# Copy a Table or Visualization from Power BI to Excel or Word



## SBWolfe_1954 (Feb 2, 2017)

Can someone tell me if it is possible to copy something from a Power BI document to either Excel or Word?  I have the copy/paste function in Power BI but just seems to work there.  As an example, I can copy a pie chart in Power BI but cannot paste it to Excel.


----------



## Matt Allington (Feb 3, 2017)

No, you cant do that.
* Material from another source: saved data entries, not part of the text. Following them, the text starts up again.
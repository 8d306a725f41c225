import { afterEach, describe, expect, it } from 'vitest';
import { show, type Shown } from './fakeTty.js';
import { inventedStand, troubledStand } from './inventedStand.js';

let shown: Shown;
afterEach(() => shown.screen.close());

const GREYS = new Set([-1, ...Array.from({ length: 24 }, (_, i) => 232 + i)]); // the grey ramp of the 256 palette (xterm)

describe.each([[80, 24], [100, 30], [120, 40], [200, 60]])('at %i x %i', (columns, rows) => {
  it('while all is well there is no colour but greys', async () => {
    shown = await show(inventedStand(), { columns, rows });
    expect([...shown.tty.colours()].filter((colour) => !GREYS.has(colour))).toEqual([]);
    const [top] = shown.tty.lines();
    expect(top).toContain('coolant pump cell 2');
    expect(top).toContain('all 6 channels are in their bands');
    expect(top).toContain('09:41:30 UTC');
    for (const word of ['coolant-out', '82.52 °C', 'flow', 'L/min', 'motor-current', 'No alarm has been raised.', 'Nothing to do.', '30 readings/s'])
      expect(shown.tty.text()).toContain(word);
  });

  it('what is abnormal has a colour, a word and a shape', async () => {
    shown = await show(troubledStand(), { columns, rows });
    const { tty } = shown;
    expect(tty.lines()[0]).toContain('■ 2 alarms stand on 1 of 6 channels');
    expect(tty.colourOf('■ ALARM high')).toBe(167);
    expect(tty.colourOf('○ settling')).toBe(75);
    expect(tty.text()).toContain('120/500');
    expect(tty.colourOf('▸ plc lost: /dev/ttyUSB1 is not there')).toBe(220);
    expect(tty.text()).toContain('■ 1 min 12 s');
    expect(tty.text()).toContain('(1 in 58 600)');
    expect(tty.text()).toContain('n goes to the channel in alarm');
  });
});

it('the colours of a terminal with 16 and with 8', async () => {
  shown = await show(troubledStand(), { env: { TERM: 'xterm-16color', LANG: 'C.UTF-8' } });
  expect(shown.tty.colourOf('■ ALARM high')).toBe(9);
  shown.screen.close();
  shown = await show(troubledStand(), { env: { TERM: 'screen', LANG: 'C.UTF-8' } });
  expect(shown.tty.colourOf('■ ALARM high')).toBe(1);
  expect(Math.max(...shown.tty.colours())).toBeLessThan(8);
});
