import { PassThrough, Writable } from 'node:stream';
import { setTimeout as wait } from 'node:timers/promises';
import xterm from '@xterm/headless';
import { openScreen, type ScreenHandle, type ScreenOptions } from '../../src/screen/shell.js';
import type { StandView } from '../../src/screen/model.js';

/** A terminal in memory: what is written to it is interpreted by xterm.js, and kept as it came. */
export class FakeTty {
  readonly terminal;
  readonly input = Object.assign(new PassThrough(), { isTTY: true, isRaw: false, setRawMode: () => undefined });
  readonly output;
  /** Everything that was written. */
  wire = '';

  constructor(public columns = 80, public rows = 24) {
    this.terminal = new xterm.Terminal({ cols: columns, rows, allowProposedApi: true, scrollback: 0 });
    const output = new Writable({
      decodeStrings: false,
      write: (chunk: string | Buffer, _encoding, done) => {
        const text = String(chunk);
        this.wire += text;
        this.terminal.write(text, done);
      },
    });
    this.output = Object.assign(output, { isTTY: true, columns, rows });
  }

  resize(columns: number, rows: number): void {
    Object.assign(this.output, { columns, rows });
    this.terminal.resize(columns, rows);
    this.output.emit('resize');
  }

  /** Until all that was written has been taken in. */
  async settle(): Promise<void> {
    do await new Promise<void>((done) => setImmediate(() => this.terminal.write('', done)));
    while (this.output.writableLength > 0);
  }

  lines(): string[] {
    const { active } = this.terminal.buffer;
    return Array.from({ length: this.terminal.rows }, (_, y) => active.getLine(y)?.translateToString(true) ?? '');
  }

  text(): string {
    return this.lines().join('\n');
  }

  /** Palette indices of all foregrounds and backgrounds on the screen; -1 is the terminal's own. */
  colours(): Set<number> {
    const found = new Set<number>();
    for (let y = 0; y < this.terminal.rows; y++)
      for (let x = 0; x < this.terminal.cols; x++) {
        const cell = this.terminal.buffer.active.getLine(y)!.getCell(x)!;
        found.add(cell.isFgDefault() ? -1 : cell.getFgColor()).add(cell.isBgDefault() ? -1 : cell.getBgColor());
      }
    return found;
  }

  /** Colour of the first place where the text stands; null: it stands nowhere. */
  colourOf(text: string): number | null {
    for (const [y, line] of this.lines().entries()) {
      const x = line.indexOf(text);
      if (x < 0) continue;
      const cell = this.terminal.buffer.active.getLine(y)!.getCell(x)!;
      return cell.isFgDefault() ? -1 : cell.getFgColor();
    }
    return null;
  }
}

export interface Shown {
  readonly tty: FakeTty;
  readonly screen: ScreenHandle;
  /** What the owner was told, in order. */
  readonly told: string[];
  /** Keys as a terminal sends them; then a frame. */
  type(...keys: string[]): Promise<void>;
  /** One frame more. */
  frame(): Promise<void>;
}

export const COLOUR_TERMINAL = { TERM: 'xterm-256color', LANG: 'C.UTF-8' };

/** Opens the screen on a terminal in memory and draws it once. */
export async function show(
  view: StandView | (() => StandView),
  { columns = 80, rows = 24, env = COLOUR_TERMINAL }: { columns?: number; rows?: number; env?: NodeJS.ProcessEnv } = {},
): Promise<Shown> {
  const tty = new FakeTty(columns, rows);
  const told: string[] = [];
  const screen = openScreen({
    env,
    view: typeof view === 'function' ? view : () => view,
    select: (channel) => {
      if (told.at(-1) !== channel) told.push(channel);
    },
    onQuit: () => told.push('quit'),
    onSignal: (signal) => told.push(signal),
    onFatal: (error) => told.push(`fatal: ${error instanceof Error ? error.message : String(error)}`),
    input: tty.input as unknown as NonNullable<ScreenOptions['input']>,
    output: tty.output as unknown as NonNullable<ScreenOptions['output']>,
    rate: 0.01, // frames come when a test asks for them
  });
  await tty.settle();
  const frame = async (): Promise<void> => {
    screen.refresh();
    await tty.settle();
  };
  await frame();
  return {
    tty, screen, told, frame,
    type: async (...keys) => {
      for (const key of keys) {
        tty.input.write(key);
        await wait(2);
        await tty.settle();
      }
      await frame();
    },
  };
}
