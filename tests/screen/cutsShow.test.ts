import fc from 'fast-check';
import { describe, expect, it } from 'vitest';
import { drawPicture } from '../../src/screen/picture.js';
import { drawRoster } from '../../src/screen/roster.js';
import { Raster } from '../../src/screen/raster.js';
import { theme } from '../../src/screen/theme.js';
import { initialUi } from '../../src/screen/ui.js';
import type { ChannelView } from '../../src/screen/model.js';
import { band, channel, inventedStand } from './inventedStand.js';

const text = (r: Raster, row: number, from = 0, to = r.width): string => Array.from({ length: to - from }, (_, x) => r.glyph(row * r.width + from + x)).join('');

function raster(width: number, height: number): Raster {
  const r = new Raster('braille');
  r.resize(width, height);
  r.clear();
  return r;
}

/** Numbers at the left of the picture, and whether each was cut. */
function labels(c: ChannelView, width = 80): { number: number; cut: boolean }[] {
  const r = raster(width, 14);
  const gutter = drawPicture(r, theme(256), c, 0, 14, 120);
  return Array.from({ length: 14 }, (_, row) => text(r, row, 0, gutter).trim())
    .filter((label) => label !== '')
    .map((label) => ({ number: parseFloat(label), cut: label.endsWith('…') }));
}

describe('a number on the axis is whole, or is seen to be cut', () => {
  it.each([
    ['air pressure with a tolerance', 101_325.25, 0.4, 0.01, [101_324.5, 101_326] as const],
    ['a counter', 1_013_250.1, 0.5, 0.1, null],
    ['a tiny current', 0.000_001_25, 0.000_000_01, null, null],
    ['negative, with many digits', -123_456.789, 0.001, null, null],
  ])('%s', (_, centre, sigma, resolution, tolerance) => {
    const trend = Float64Array.from({ length: 200 }, (_, i) => centre + sigma * Math.sin(i));
    const shown = labels(channel(0, { band: band(centre, sigma), trend, trendLength: 200, index: 199, resolution, tolerance }));
    expect(shown.length).toBeGreaterThanOrEqual(3);
    for (const { number, cut } of shown) {
      expect(cut).toBe(false);
      expect(Math.abs(number - centre)).toBeLessThanOrEqual(8 * sigma); // a leading digit lost would be far away
    }
  });

  it('for any band', () => {
    fc.assert(
      fc.property(fc.constantFrom(-1, 1), fc.double({ min: 1, max: 1e8, noNaN: true }), fc.double({ min: 1e-3, max: 1e3, noNaN: true }), (sign, size, sigma) => {
        const centre = sign * size;
        const trend = new Float64Array(200).fill(centre);
        const shown = labels(channel(0, { band: band(centre, sigma), trend, trendLength: 200, index: 199, resolution: null }));
        for (const { number, cut } of shown) if (!cut) expect(Math.abs(number - centre)).toBeLessThanOrEqual(8 * sigma);
      }),
      { seed: 20310509, numRuns: 300 },
    );
  });
});

it('a unit that has no room ends in an ellipsis: half a unit is another one', () => {
  const r = raster(80, 3);
  drawRoster(r, theme(256), inventedStand({ channels: [channel(0, { unit: 'mm/s', value: 12_345_678.25 })] }), initialUi(), 0, 1, 0);
  const row = text(r, 0);
  expect(row).toContain('12345678.25');
  expect(row).not.toMatch(/mm?\/?s? /);
  expect(row).toMatch(/12345678\.25 \S*…/);
});

describe('the rulers of the roster hold the limits', () => {
  const rows = (k: number, width: number, name = 'flow'): string[] => {
    const r = raster(width, 3);
    const c = channel(0, { channel: name, band: band(82.4, 0.12, { k, low: 82.4 - k * 0.12, high: 82.4 + k * 0.12 }), z: 0.05 });
    drawRoster(r, theme(256), inventedStand({ channels: [c, channel(1, { z: k - 0.02 }), channel(2, { z: -9 })] }), initialUi(), 0, 3, 0);
    return [0, 1, 2].map((row) => text(r, row));
  };

  it.each([[3, 80], [3, 200], [4.9, 80], [5.4, 120], [5.99, 80], [6.7, 80], [7.5, 200]])('however far out a small budget sets them: k = %d at %i columns', (k, width) => {
    const [first, second, third] = rows(k, width) as [string, string, string];
    const [low, high] = [first.indexOf('│'), first.lastIndexOf('│')];
    expect(low).toBeGreaterThan(0);
    expect(high).toBeGreaterThan(low);
    expect(Math.abs(first.indexOf('●') - (low + high) / 2)).toBeLessThanOrEqual(1); // the centre lies half way
    expect(Math.abs(second.indexOf('●') - high)).toBeLessThanOrEqual(1); // a row of another band has the same scale
    expect(third).toContain('◂');
  });

  it('at any width, with names of any length', () => {
    fc.assert(
      fc.property(fc.double({ min: 2, max: 7.9, noNaN: true }), fc.integer({ min: 60, max: 260 }), fc.integer({ min: 1, max: 40 }), (k, width, length) => {
        const [first] = rows(k, width, 'n'.repeat(length)) as [string];
        expect(first.split('│').length - 1).toBe(2);
        expect(first.indexOf('│')).toBeLessThan(first.indexOf('●'));
        expect(first.indexOf('●')).toBeLessThan(first.lastIndexOf('│'));
      }),
      { seed: 20310512 },
    );
  });
});
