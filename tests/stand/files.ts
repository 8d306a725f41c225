import { mkdtempSync, writeFileSync } from 'node:fs';
import { tmpdir } from 'node:os';
import { join } from 'node:path';

const folder = mkdtempSync(join(tmpdir(), 'kilter-stand-'));
let count = 0;

/** A stand file with this text. */
export function standFile(text: string | Buffer): string {
  const file = join(folder, `stand-${++count}.yaml`);
  writeFileSync(file, text);
  return file;
}

/** A stand file without a fault; each test spoils a part of it. */
export const GOOD = `stand: Bench
watch:
  limits: textbook
  falseAlarms: 1 per day
sources:
  logger:
    serial: /dev/ttyS9
    lines: csv
    columns: [flow, "-", inlet]
  bus:
    mqtt: mqtt://127.0.0.1:1883
    user: {env: NAME}
channels:
  flow:
    from: logger/flow
    unit: L/min
    every: 100 ms
    range: [0, 60]
    tolerance: [38, 44]
    resolution: 0.01
    band: {centre: 41.2, sigma: 0.31}
    rules: [one-beyond-3, eight-one-side]
  bearing:
    from: bus
    topic: cell3/bearing
    value: /celsius
    every: 1 s
    band: learn 500
`;
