import { describe, expect, it } from 'vitest';
import { Clock } from '../../src/stand/clock.js';

function rig(): { clock: Clock; pass(ms: number, wallMs?: number): void; set(ms: number): void; steps: number[] } {
  let wall = 1_700_000_000_000;
  let mono = 0;
  const steps: number[] = [];
  const clock = new Clock((step) => steps.push(step), () => wall, () => mono);
  return {
    clock,
    steps,
    pass: (ms, wallMs = ms) => {
      mono += ms;
      wall += wallMs;
    },
    set: (ms) => (wall += ms),
  };
}

describe("the stand's clock", () => {
  it('goes on as before when the system clock is set back an hour, and says so once', () => {
    const { clock, pass, set, steps } = rig();
    const before = clock.now();
    set(-3_600_000);
    for (let i = 0; i < 6; i++) {
      pass(10_000);
      clock.follow();
    }
    expect(clock.now()).toBe(before + 60_000);
    expect(steps).toEqual([-3_600_000]);
  });

  it('reports a second step by its own size', () => {
    const { clock, pass, set, steps } = rig();
    for (const step of [5000, -2000]) {
      set(step);
      pass(10_000);
      clock.follow();
    }
    expect(steps).toEqual([5000, -2000]);
  });

  it('follows a system clock that runs 100 ppm fast or slow to within 20 ms over a day, and never goes back', () => {
    for (const ppm of [100, -100]) {
      const { clock, pass, steps } = rig();
      let last = clock.now();
      const start = last;
      for (let i = 0; i < 8640; i++) {
        pass(10_000, 10_000 * (1 + ppm * 1e-6));
        clock.follow();
        expect(clock.now()).toBeGreaterThanOrEqual(last);
        last = clock.now();
      }
      expect(Math.abs(last - start - 86_400_000 * (1 + ppm * 1e-6))).toBeLessThan(20);
      expect(steps).toEqual([]);
    }
  });
});
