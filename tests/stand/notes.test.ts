import { expect, it } from 'vitest';
import { loadStand } from '../../src/stand/load.js';
import { notes } from '../../src/stand/notes.js';
import { GOOD, standFile } from './files.js';

const noted = (part: string, other: string): string[] => notes(loadStand(standFile(GOOD.replace(part, other))));

it('a stand as it should be has no notes', () => {
  expect(notes(loadStand(standFile(GOOD)))).toEqual([]);
});

it.each([
  ['channels:', '  spare: {stdin: true}\nchannels:', 'No channel comes from the source spare.'],
  ['  bearing:', '  twin: {from: logger/flow, every: 1 s}\n  bearing:', 'twin reads the same as flow.'],
  ['range: [0, 60]', 'range: [0, 40]', 'The centre of flow, 41.2, lies outside what the instrument can report.'],
  ['tolerance: [38, 44]', 'tolerance: [38, 41]', 'The centre of flow, 41.2, lies outside its tolerance.'],
  ['range: [0, 60]', 'range: [100, 200]', 'The tolerance of flow lies outside what the instrument can report.'],
  ['resolution: 0.01', 'resolution: 1', 'flow is read in steps of 1, coarser than two sigmas: most changes of its band will not show.'],
  ['    every: 1 s\n', '', 'bearing does not say how often it is read (every:), so its silence is not watched.'],
  ['learn 500', 'learn 5000', 'bearing settles for 1 h 23 min: until then only its scale, tolerance and silence are watched.'],
])('%j written as %j is noted', (part, other, note) => {
  expect(GOOD).toContain(part);
  expect(noted(part, other)).toContain(note);
});
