import { afterEach, describe, expect, it } from 'vitest';
import { show, type Shown } from './fakeTty.js';
import { alarm, channel, inventedStand, NOW, troubledStand } from './inventedStand.js';
import type { ChannelView } from '../../src/screen/model.js';

let shown: Shown;
afterEach(() => shown.screen.close());

const bare = (given: Partial<ChannelView>): ChannelView => channel(0, { readings: 0, band: null, z: null, odds: null, time: null, ...given });

describe('sizes', () => {
  it('a resize is followed, to larger and to smaller', async () => {
    shown = await show(inventedStand());
    for (const [columns, rows] of [[120, 40], [200, 60], [80, 24], [61, 17]] as const) {
      shown.tty.resize(columns, rows);
      await new Promise((done) => setTimeout(done, 90)); // resizes are gathered for 60 ms
      await shown.frame();
      expect(shown.tty.lines()[0]).toMatch(/09:41:30 UTC$/);
      expect(shown.tty.lines()[0]!.length).toBe(columns);
      expect(shown.tty.lines()[rows - 1]).toContain('2 of 2 sources open');
    }
  });

  it('too small a terminal is told so in one line, with the alarms', async () => {
    shown = await show(troubledStand(), { columns: 50, rows: 10 });
    expect(shown.tty.text().trim()).toBe('■ 2 ALARMS. Too small: 50x10, needs 60x16.');
    expect(shown.told).not.toContain('quit');
  });

  it.each([[1, 1], [2, 30], [300, 2]])('%i x %i does no harm', async (columns, rows) => {
    shown = await show(troubledStand(), { columns, rows });
    await shown.type('f', '?', 'x', '\x1b[F');
    expect(shown.told.filter((word) => word.startsWith('fatal'))).toEqual([]);
  });
});

describe('numbers of channels', () => {
  it('none', async () => {
    shown = await show(inventedStand({}, 0));
    await shown.type('j', 'n', '\r', '\x1b[6~', 'f', 'f', ' ');
    expect(shown.tty.text()).toContain('This stand has no channels.');
    expect(shown.told).toEqual([]);
  });

  it('with 200 the roster scrolls, and the chosen one stays in sight', async () => {
    shown = await show(inventedStand({}, 200));
    const chosen = (): string => shown.tty.lines().find((line) => line.startsWith('▸')) ?? '';
    await shown.type('\x1b[F');
    expect(chosen()).toContain('coolant-in-200');
    expect(shown.tty.text()).toContain('194 above, 0 below');
    await shown.type('\x1b[5~');
    expect(chosen()).not.toBe('');
    await shown.type('\x1b[H');
    expect(chosen()).toContain('coolant-out');
    expect(shown.tty.text()).toContain('0 above, 194 below');
  });
});

describe('values', () => {
  it.each([
    [NaN, 'not a number'],
    [Infinity, 'over range'],
    [-Infinity, 'under range'],
    [1.7976931348623157e308, '1.798e308'],
    [-5e-324, '-4.941e-324'],
    [0, '0.00'],
  ])('%f is shown as %s', async (value, words) => {
    const c = channel(0, { value, z: Number.isFinite(value) ? 4.2e300 : value });
    for (let i = 0; i < 20; i++) c.trend[c.trendLength - 1 - i] = value;
    shown = await show(inventedStand({ channels: [c, channel(1)] }));
    await shown.type('f', 'f', '\r');
    expect(shown.told.filter((word) => word.startsWith('fatal'))).toEqual([]);
    expect(shown.tty.lines()[1]).toContain(words);
    expect(shown.tty.text()).not.toMatch(/NaN|Infinity|undefined/);
  });

  it('all readings the same, without a band', async () => {
    const c = bare({ state: 'settling', settled: [3, 500], index: 2, value: 5, trend: new Float64Array(10).fill(5), trendTimes: new Float64Array(10), trendLength: 3 });
    shown = await show(inventedStand({ channels: [c] }));
    expect(shown.tty.text()).toContain('3/500');
    expect(shown.tty.lines()[0]).toContain('1 of 1 channel still settling, no alarm');
  });

  it('nothing has come, and an old value waits for a new one', async () => {
    shown = await show(inventedStand({ channels: [bare({ state: 'waiting', index: -1, value: null }), bare({ channel: 'inlet', state: 'waiting', index: -1, value: 20.5, stale: true, time: NOW - 60_000 })] }));
    expect(shown.tty.lines()[0]).toContain('waiting for the first readings');
    expect(shown.tty.text()).toContain('Nothing has come from this channel yet.');
    expect(shown.tty.colourOf('○ old value')).toBe(75);
    await shown.type('j');
    expect(shown.tty.text()).toContain('The value shown is an old one');
  });

  it.each([['silent', 'SILENT'], ['frozen', 'FROZEN'], ['off-scale', 'OFF SCALE']] as const)('%s has a word of its own', async (detector, word) => {
    shown = await show(inventedStand({ channels: [channel(2, { state: 'alarm' })], alarms: [alarm({ detector, side: null, odds: null })] }));
    expect(shown.tty.colourOf(`■ ${word}`)).toBe(167);
  });

  it('a silent channel, whose picture stands still, says how old its last reading is', async () => {
    const c = channel(2, { state: 'alarm', time: NOW - 95_000 });
    shown = await show(inventedStand({ channels: [c], alarms: [alarm({ detector: 'silent', side: null, odds: null })] }));
    expect(shown.tty.lines()[2]).toContain('the last one 1 min 35 s ago');
    expect(shown.tty.colourOf('the last one')).toBe(167);
    shown.screen.close();
    shown = await show(inventedStand({ channels: [c], alarms: [alarm({ detector: 'silent', side: null, odds: null, clearedAt: NOW })] }));
    expect(shown.tty.text()).not.toContain('the last one');
  });
});

describe('the status line', () => {
  it('trouble of the alarm log comes before all else', async () => {
    shown = await show({ ...troubledStand(), logTrouble: 'the disk is full; alarms are kept in memory' });
    expect(shown.tty.lines().at(-1)).toMatch(/^ ■ alarm log: the disk is full/);
    expect(shown.tty.text()).toContain('Mend the alarm log first');
  });

  it('a passing word and a lasting notice', async () => {
    shown = await show(inventedStand({ notice: 'limits: textbook' }), { columns: 120 });
    expect(shown.tty.lines().at(-1)).toContain('limits: textbook');
    shown.screen.message('band accepted');
    await shown.frame();
    expect(shown.tty.lines().at(-1)).toContain('band accepted');
  });

  it('more alarms than there is room for are counted', async () => {
    const alarms = Array.from({ length: 30 }, (_, i) => alarm({ alarm: `flow#${i}`, since: NOW - i * 1000 }));
    shown = await show(inventedStand({ alarms }));
    expect(shown.tty.text()).toMatch(/and \d+ more alarms stand/);
  });
});

it('a fault of a view ends the screen, gives the terminal back, and is told', async () => {
  let broken = false;
  shown = await show(() => {
    if (broken) throw new Error('planted');
    return inventedStand();
  });
  broken = true;
  await shown.frame();
  await shown.frame();
  expect(shown.told.filter((word) => word.startsWith('fatal'))).toEqual(['fatal: planted']);
  expect(shown.tty.wire).toContain('\x1b[?1049l');
});

it('an unchanged frame sends nothing but what changed', async () => {
  shown = await show(troubledStand());
  const before = shown.tty.wire.length;
  await shown.frame();
  expect(shown.tty.wire.length).toBe(before);
});

it('the view is asked for once a frame', async () => {
  let asked = 0;
  shown = await show(() => {
    asked++;
    return inventedStand();
  });
  const before = asked;
  await shown.frame();
  expect(asked).toBe(before + 1);
});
If you have it in Powerbi.com, there is an export to PowerPoint preview feature.


----------



## SBWolfe_1954 (Feb 3, 2017)

Thanks Matt.  I looked at the export function in my version of Power BI and the only thing I can export to is another Power BI template.  Is there something I need to turn on to allow exporting to PowerPoint?


----------



## SBWolfe_1954 (Feb 3, 2017)

Okay, figured it out.  Have to publish to Power BI and then it works.  Thanks for the info, very much appreciated.


----------



## SBWolfe_1954 (Feb 3, 2017)

I have one last question on this subject:  When I export the Power BI file to a PowerPoint, can I send it to a template with a pre-formatted slide (company logo in the header, and corporate standards in the footer, etc...)?  I have been able to download to PowerPoint and then go into presentation and redo each slide with the company/corporate info.  I just thought there might be a quicker way to do it.


----------



## Matt Allington (Feb 4, 2017)

You can change the template once the file is created. It is manul, but only a few clicks. You definitely don't need to change each slide. Just google Powerpoint templates - there is plenty of stuff out there.


----------